A Modular Framework for Rapidly Building Intrusion Predictors
This work addresses the challenge of efficiently predicting hundreds of attack types in real-time for IT security, representing an incremental improvement over existing monolithic approaches.
The paper tackles the problem of building online intrusion predictors for IT systems by proposing a modular framework that uses reusable components to rapidly assemble predictors, demonstrating its effectiveness on public datasets with examples of dynamically assembled predictors.
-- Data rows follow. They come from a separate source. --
CREATE TABLE "embed_scripts" (
	"version" text PRIMARY KEY NOT NULL,
	"script" text NOT NULL,
	"integrity" text NOT NULL,
	"created_at" timestamp with time zone DEFAULT now() NOT NULL
);
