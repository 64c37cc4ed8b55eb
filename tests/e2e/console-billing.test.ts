/// <reference lib="dom" />
import { mkdirSync, mkdtempSync, rmSync } from 'node:fs';
import { tmpdir } from 'node:os';
import path from 'node:path';
import { afterAll, beforeAll, describe, expect, it } from 'vitest';
import { BrowserProfiles } from './browser-profiles.js';
import { signIn } from './console-session.js';
import { freePort } from './free-port.js';
import { startServerProcess, type ServerProcess } from './server-process.js';

const SCREENSHOTS = path.resolve('tests/e2e/screenshots'); // git-ignored

const dataDir = mkdtempSync(path.join(tmpdir(), 'treadwise-e2e-billing-'));
const profiles = new BrowserProfiles();
let server: ServerProcess;
let serverKey: string;

beforeAll(async () => {
  const port = await freePort();
  // The provider sends the browser back to PUBLIC_URL/billing: it must be the address the browser uses.
  server = await startServerProcess({ DATA_DIR: dataDir, PORT: String(port), PUBLIC_URL: `http://127.0.0.1:${port}` });
  expect(server.stdout()).toContain('Payments: SIMULATED'); // no PAYMENTS_* settings: the local stand-in
  serverKey = /harbor-lane\s+server\s+(tw_server_\S+)/.exec(server.stdout())![1]!; // printed at the first start
  mkdirSync(SCREENSHOTS, { recursive: true });
});

afterAll(async () => {
  await profiles.close();
  await server?.stop();
  rmSync(dataDir, { recursive: true, force: true });
});

/** The monthly quota in force for Harbor Lane, as a call with its demo server key advertises it. */
async function advertisedQuota(): Promise<number> {
  const res = await fetch(`${server.url}/v1/usage`, { headers: { authorization: `Bearer ${serverKey}` } });
  expect(res.status).toBe(200);
  const policy = res.headers.get('ratelimit-policy') ?? '';
  const quota = /"monthly-quota"; q=(\d+)/.exec(policy);
  expect(quota, policy).not.toBeNull();
  return Number(quota![1]);
}

describe('the billing screen in Chromium', () => {
  it('lets the Harbor Lane admin upgrade to Partner through the simulated checkout and see the new limits and the invoice', async () => {
    expect(await advertisedQuota()).toBe(50_000); // demo-data.ts: harbor-lane starts on shop

    const admin = await profiles.page();
    await admin.goto(`${server.url}/status`, { waitUntil: 'networkidle' });
    await signIn(admin, 'mira@harborlane.test'); // demo-scenario.md: Harbor Lane's admin
    await admin.click('mat-nav-list a:has-text("Billing")');
    await admin.waitForSelector('[data-testid="billing-plan"]', { timeout: 15_000 });
    expect(await admin.locator('[data-testid="billing-plan-name"]').innerText()).toBe('Shop');
    expect(await admin.locator('[data-testid="billing-simulated"]').innerText()).toContain('Payments are simulated on this server');
    expect(await admin.locator('[data-offer="partner"] [data-testid="offer-price"]').innerText()).toBe('€99.00 a month');
    expect(await admin.locator('[data-testid="invoices-empty"]').count()).toBe(1);
    await admin.screenshot({ path: path.join(SCREENSHOTS, 'billing-desktop.png'), fullPage: true });

    // Choose Partner: off to the provider's hosted checkout, which says it is a simulation.
    await admin.click('[data-offer="partner"] [data-testid="offer-choose"]');
    await admin.waitForURL((url) => url.pathname.startsWith('/checkout/'), { timeout: 15_000 });
    expect(new URL(admin.url()).origin).not.toBe(server.url); // the provider's own address
    expect(await admin.locator('[role="note"]').innerText()).toContain('Simulated payment provider');
    await admin.screenshot({ path: path.join(SCREENSHOTS, 'billing-checkout.png'), fullPage: true });

    // Pay: back on the billing page, which waits for the provider's webhook to change the plan.
    await admin.click('button:has-text("Pay")');
    await admin.waitForURL((url) => url.pathname === '/billing', { timeout: 15_000 });
    await expect
      .poll(() => admin.locator('[data-testid="billing-plan"]').getAttribute('data-plan').catch(() => null), { timeout: 30_000 })
      .toBe('partner');
    expect(await admin.locator('[data-testid="billing-plan"]').getAttribute('data-state')).toBe('active');
    expect(await admin.locator('[data-testid="billing-state"]').innerText()).toMatch(/^Your Partner plan is active and renews on /);
    expect(await admin.locator('[data-testid="billing-limits"]').innerText()).toContain('500,000 units a month');
    expect(await admin.locator('[data-testid="billing-limits"]').innerText()).toContain('3,000 requests a minute per key');
    expect(await admin.locator('[data-offer="partner"] [data-testid="offer-choose"]').innerText()).toBe('Current plan');
    expect(new URL(admin.url()).search).toBe(''); // a reload does not wait for the payment again

    // The invoice of the payment, with a link to its page at the provider.
    const invoice = admin.locator('[data-testid="invoice-table"] tbody tr').first();
    await invoice.waitFor({ timeout: 15_000 });
    expect(await invoice.innerText()).toContain('€99.00');
    expect(await invoice.locator('[data-testid="invoice-status"]').innerText()).toBe('Paid');
    const link = invoice.locator('[data-testid="invoice-link"]');
    expect(await link.getAttribute('target')).toBe('_blank');
    expect(await link.getAttribute('rel')).toBe('noopener');
    expect(await link.getAttribute('href')).toMatch(/\/invoices\/in_/);
    await admin.screenshot({ path: path.join(SCREENSHOTS, 'billing-partner-desktop.png'), fullPage: true });

    // The higher limit is in force for the organisation's keys, not only on the page.
    expect(await advertisedQuota()).toBe(500_000);
  });

  it('shows a viewer the plan without any way to change it, at a phone’s width', async () => {
    const viewer = await profiles.page(360);
    await viewer.goto(`${server.url}/billing`, { waitUntil: 'networkidle' });
    await signIn(viewer, 'ines@harborlane.test'); // demo-scenario.md: Harbor Lane's viewer
    await viewer.waitForSelector('[data-testid="billing-plan"]', { timeout: 15_000 });
    expect(await viewer.locator('[data-testid="billing-read-only"]').count()).toBe(1);
    expect(await viewer.locator('[data-testid="offer-choose"]').count()).toBe(0);
    expect(await viewer.locator('[data-testid="invoice-table"], [data-testid="invoices-empty"]').count()).toBe(0);
    // Nothing wider than the phone: the plan cards stack.
    expect(await viewer.evaluate(() => document.documentElement.scrollWidth)).toBeLessThanOrEqual(360);
    await viewer.screenshot({ path: path.join(SCREENSHOTS, 'billing-viewer-phone.png'), fullPage: true });
  });
});
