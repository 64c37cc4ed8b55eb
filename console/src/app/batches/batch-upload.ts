import { ChangeDetectionStrategy, Component, inject, output, signal } from '@angular/core';
import { NonNullableFormBuilder, ReactiveFormsModule, Validators } from '@angular/forms';
import { MatButton } from '@angular/material/button';
import { MatButtonToggle, MatButtonToggleGroup } from '@angular/material/button-toggle';
import { MatError, MatFormField, MatHint, MatLabel } from '@angular/material/form-field';
import { MatIcon } from '@angular/material/icon';
import { MatInput } from '@angular/material/input';
import { MatProgressBar } from '@angular/material/progress-bar';
import { MatSnackBar } from '@angular/material/snack-bar';
import { firstValueFrom } from 'rxjs';

import type { Batch } from '../core/api-types.js';
import { saveDownload } from '../core/file-download.js';
import { problemMessage } from '../core/problem-details.js';
import { type BatchDetail, BatchesApi } from './batches-api.js';
import { JOB_NAME_MAX } from './batch-status.js';

/** The kinds of file a job reads (docs/batch-rows.md): stair rows as CSV, or one item per NDJSON line. */
const ACCEPTED = /\.(csv|ndjson|jsonl)$/i;

/** Starts a job from a file of stairs: the file, an optional name, and how much each answer holds. */
@Component({
  selector: 'tw-batch-upload',
  imports: [ReactiveFormsModule, MatButton, MatButtonToggle, MatButtonToggleGroup, MatFormField, MatLabel, MatHint, MatError, MatInput, MatIcon, MatProgressBar],
  templateUrl: './batch-upload.html',
  styleUrl: './batch-upload.scss',
  changeDetection: ChangeDetectionStrategy.OnPush,
})
export class BatchUpload {
  private readonly api = inject(BatchesApi);
  private readonly snackBar = inject(MatSnackBar);

  /** The queued job, once the API has taken the file. */
  readonly created = output<Batch>();

  protected readonly nameMax = JOB_NAME_MAX;
  protected readonly form = inject(NonNullableFormBuilder).group({
    name: ['', [Validators.maxLength(JOB_NAME_MAX)]],
    detail: ['summary' as BatchDetail],
  });
  protected readonly file = signal<File | null>(null);
  protected readonly fileError = signal<string | null>(null);
  protected readonly sending = signal(false);

  protected picked(input: HTMLInputElement): void {
    const file = input.files?.[0] ?? null;
    input.value = ''; // choosing the same file again picks it again
    if (!file) return;
    if (!ACCEPTED.test(file.name)) {
      this.file.set(null);
      this.fileError.set(`${file.name} is neither a .csv nor an .ndjson file.`);
      return;
    }
    this.fileError.set(null);
    this.file.set(file);
  }

  protected async start(): Promise<void> {
    const file = this.file();
    if (!file) {
      if (!this.fileError()) this.fileError.set('Choose a file of stairs first.');
      return;
    }
    if (this.form.invalid || this.sending()) return;
    const { name, detail } = this.form.getRawValue();
    this.sending.set(true);
    try {
      const batch = await firstValueFrom(this.api.create(file, name.trim(), detail));
      this.file.set(null);
      this.form.reset();
      this.created.emit(batch);
    } catch (error) {
      this.snackBar.open(problemMessage(error), 'Dismiss', { duration: 8000 });
    } finally {
      this.sending.set(false);
    }
  }

  protected async template(): Promise<void> {
    try {
      saveDownload(await firstValueFrom(this.api.template()), 'treadwise-stairs-template.csv');
    } catch (error) {
      this.snackBar.open(problemMessage(error), 'Dismiss', { duration: 8000 });
    }
  }
}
We study automated intrusion prediction in an IT system using statistical learning methods. The focus is on developing online attack predictors that detect attacks in real time and identify the current stage of the attack. While such predictors have been proposed in the recent literature, these works typically rely on constructing a monolithic predictor tailored to a specific attack type and scenario. Given that hundreds of attack types are cataloged in the MITRE framework, training a separate monolithic predictor for each of them is infeasible. In this paper, we propose a modular framework for rapidly assembling online attack predictors from reusable components. The modular nature of a predictor facilitates controlling key metrics like timeliness and accuracy of prediction, as well as tuning the trade-off between them. Using public datasets for training and evaluation, we provide many examples of modular predictors and show how an effective predictor can be dynamically assembled during training from a network of modular components.